先ほどの写真にも写っているしそもそも公式の画像でもだいたい写っている通り、このサーバの下部には謎の青いランプがある。飾りかと思っていたら、添付文書では正常稼働の確認の文脈でこのランプが青く光っていることの確認が電源ランプの確認と別に書かれていた。「Health LED bar」とか名前がついており、電源ボタンについているランプとは別物らしい。

その他

  • hp ML115 Gen5 と比べても通常時のファンの音が大変静か(ただし、比較対象の hp ML115 Gen5 はリアケースファンが 2000-5200 rpm で、僕は気にしなかったがアイドル時でもうるさいという人は多いはず)

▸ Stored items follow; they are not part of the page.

"""A sheet -> a model: names resolved, units applied, the domain and the operator to diagonalise found."""

from __future__ import annotations

from collections.abc import Callable, Mapping
from typing import TYPE_CHECKING

from specterm.errors import SheetError
from specterm.language.catalogue import refuse
from specterm.language.dimensions import check_dimensions
from specterm.language.nodes import DomainStatement, Name, Node, Number, Sheet, Unary
from specterm.language.suggest import nearest
from specterm.model.domain import Domain
from specterm.model.ends import build_domain
from specterm.model.function import Function
from specterm.model.model import Model
from specterm.model.operator import Operator, multiplication
from specterm.model.overrides import overridden
from specterm.model.scalar import Scalar
from specterm.model.scope import Scope
from specterm.model.state import State, build_state
from specterm.model.term import Term
from specterm.units import UnitSystem

if TYPE_CHECKING:
    from pathlib import Path


def build(
    sheet: Sheet, *, folder: Path | None = None, overrides: Mapping[str, str] | None = None, like: Model | None = None
) -> Model:
    """Return the model a sheet stands for.

    `folder` is where relative paths start; `overrides` replaces the expressions of definitions (as `--set NAME=VALUE` does;
    the text is read like the sheet's own, a bare number is in the sheet's units). `like` is a model of the same sheet, or of a
    longer one, with other numbers in it: units and dimensions are taken over from it. Raises SheetError with the place of what
    is wrong.
    """
    sheet = overridden(sheet, overrides or {})
    statement = _domain_statement(sheet)
    units, carries, coordinate_unit = _checked(sheet, statement) if like is None else _taken(like)
    scope = Scope(sheet, units, folder, statement.coordinate, carries)
    _check_names(sheet, statement.coordinate)
    if "hbar" in scope.definitions:
        scope.set_hbar(_hbar(scope))
    domain = build_domain(statement, scope)
    scope.set_domain(domain)
    scope.ensure([*scope.definitions, *scope.blocks])
    return _model(sheet, units, scope, domain, coordinate_unit)


_Checked = tuple[UnitSystem, Callable[[Node], bool], str]


def _checked(sheet: Sheet, statement: DomainStatement) -> _Checked:
    """Return the units of a sheet, what says whether an expression has a unit in it, and the unit of the coordinate."""
    units = UnitSystem.dimensionless() if sheet.units is None else UnitSystem.make(sheet.units.pairs, sheet.units.span)
    dimensions = check_dimensions(sheet, units)
    kind = dimensions.named(statement.coordinate)
    angle = kind is not None and not kind
    return units, dimensions.carries, "" if angle else units.length


def _taken(like: Model) -> _Checked:
    """Return the same of a model."""
    return like.units, like.scope.carries, like.coordinate_unit


def _model(sheet: Sheet, units: UnitSystem, scope: Scope, domain: Domain, coordinate_unit: str) -> Model:
    operators = {name: v for name, v in scope.values.items() if isinstance(v, Operator)}
    terms = {name: v for name, v in scope.values.items() if isinstance(v, Term)}
    constants = {n: t.data for n, t in terms.items() if t.scalar is not None and t.scalar.is_real}
    functions = {n: Function(t) for n, t in terms.items() if n not in constants}
    main = _main(sheet, scope, operators)
    if main not in operators:
        operators[main] = multiplication(terms[main], scope.setting)
    states = _states(sheet, scope)
    return Model(
        sheet=sheet,
        units=units,
        domain=domain,
        coordinate_unit=coordinate_unit,
        hbar=float(scope.setting.hbar.value.real),
        parameters={d.name: float(constants[d.name].value) for d in sheet.definitions if d.name in constants},
        plain=tuple(d.name for d in sheet.definitions if d.name in constants and _is_plain(d.expression)),
        functions=functions,
        operators=operators,
        states=states,
        main=main,
        warnings=_warnings(sheet, scope, constants),
        scope=scope,
    )


def _domain_statement(sheet: Sheet) -> DomainStatement:
    if not sheet.domains:
        raise refuse("no-domain", None)
    if len(sheet.domains) > 1:
        raise refuse("several-coordinates", sheet.domains[1].coordinate_span)
    statement = sheet.domains[0]
    for block in sheet.layers:
        if block.coordinate != statement.coordinate:
            raise refuse("layers-coordinate", block.span, name=block.coordinate, coordinate=statement.coordinate)
    return statement


def _check_names(sheet: Sheet, coordinate: str) -> None:
    for block in sheet.layers:
        for name, _, span in block.columns[1:]:
            if name == coordinate:
                raise refuse("coordinate-defined", span, name=name, line=1)


def _hbar(scope: Scope) -> Scalar:
    node = scope.definitions["hbar"].expression
    value = scope.scalar(Name(node.span, "hbar"), "`hbar`")
    if not value.value.real > 0:
        raise refuse("not-positive", node.span, what="`hbar`", value=f"{value.value:g}")
    return value


def _main(sheet: Sheet, scope: Scope, operators: Mapping[str, Operator]) -> str:
    wanted = sheet.diagonalise
    if wanted is not None:
        if wanted.name not in scope.values:
            raise refuse("diagonalise-unknown", wanted.span, name=wanted.name, near=nearest(wanted.name, scope.values))
        return wanted.name
    if "H" in scope.values:
        return "H"
    if not operators:
        raise refuse("no-operator", None)
    if len(operators) > 1:
        raise refuse("which-operator", None, names=", ".join(operators))
    return next(iter(operators))


def _states(sheet: Sheet, scope: Scope) -> dict[str, State]:
    states = {}
    for s in sheet.states:
        try:
            states[s.name] = build_state(s.name, s.name_span, scope.value(s.expression), s.expression.span)
        except SheetError as error:
            error.span = error.span or s.name_span
            raise
    return states


def _is_plain(node: Node) -> bool:
    """Say whether an expression is a number, perhaps with a sign and a unit."""
    while isinstance(node, Unary) and node.operator in "+-":
        node = node.operand
    return isinstance(node, Number)


def _warnings(sheet: Sheet, scope: Scope, constants: Mapping[str, object]) -> tuple[str, ...]:
    unused = [d.name for d in sheet.definitions if d.name in constants and d.name not in scope.used and d.name != "hbar"]
    return tuple(f"the parameter `{name}` is never used" for name in unused)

  • 起動してから OS に制御が渡されるまではファンの回転数が制御されず普通にそこそこファン音がするのは hp ML115 Gen5 と同様(とはいえ、さすがに同じ状態の hp ML115 Gen5 よりは静か)
  • BIOS が色々検査している画面が妙にグラフィカル
  • カタログの時点でわかるが念のため追記:HDDはホットプラグ非対応。HDDを交換しようとすればまあ気付くであろう位置に注意書きがある。
  • カタログの時点でわかるが念のため追記:光学ドライブは別売りオプション。先ほどの写真の通り、なくとも見栄えが悪いというほどではない。
  • 今回は Ubuntu で使用したため実体験と全く関係のない話だが、 hp が公式にカスタムした ESXi イメージを配布している(添付文書にリンクあり)ため、どうやら ESXi からオンボード RAID が使えるらしい。ただし、HP ProLiant MicroServer Gen8を買って地雷を順番に踏んでった話 – なおたこブログにはパフォーマンスに難がある旨が記されている。
  • 日本用電源コードすら付属しない並行輸入品でも、 BIOS 画面は English/日本語 の二択だった。謎。
  • iLO は便利そうなのに試しすらしないで稼働開始してしまった。すみません。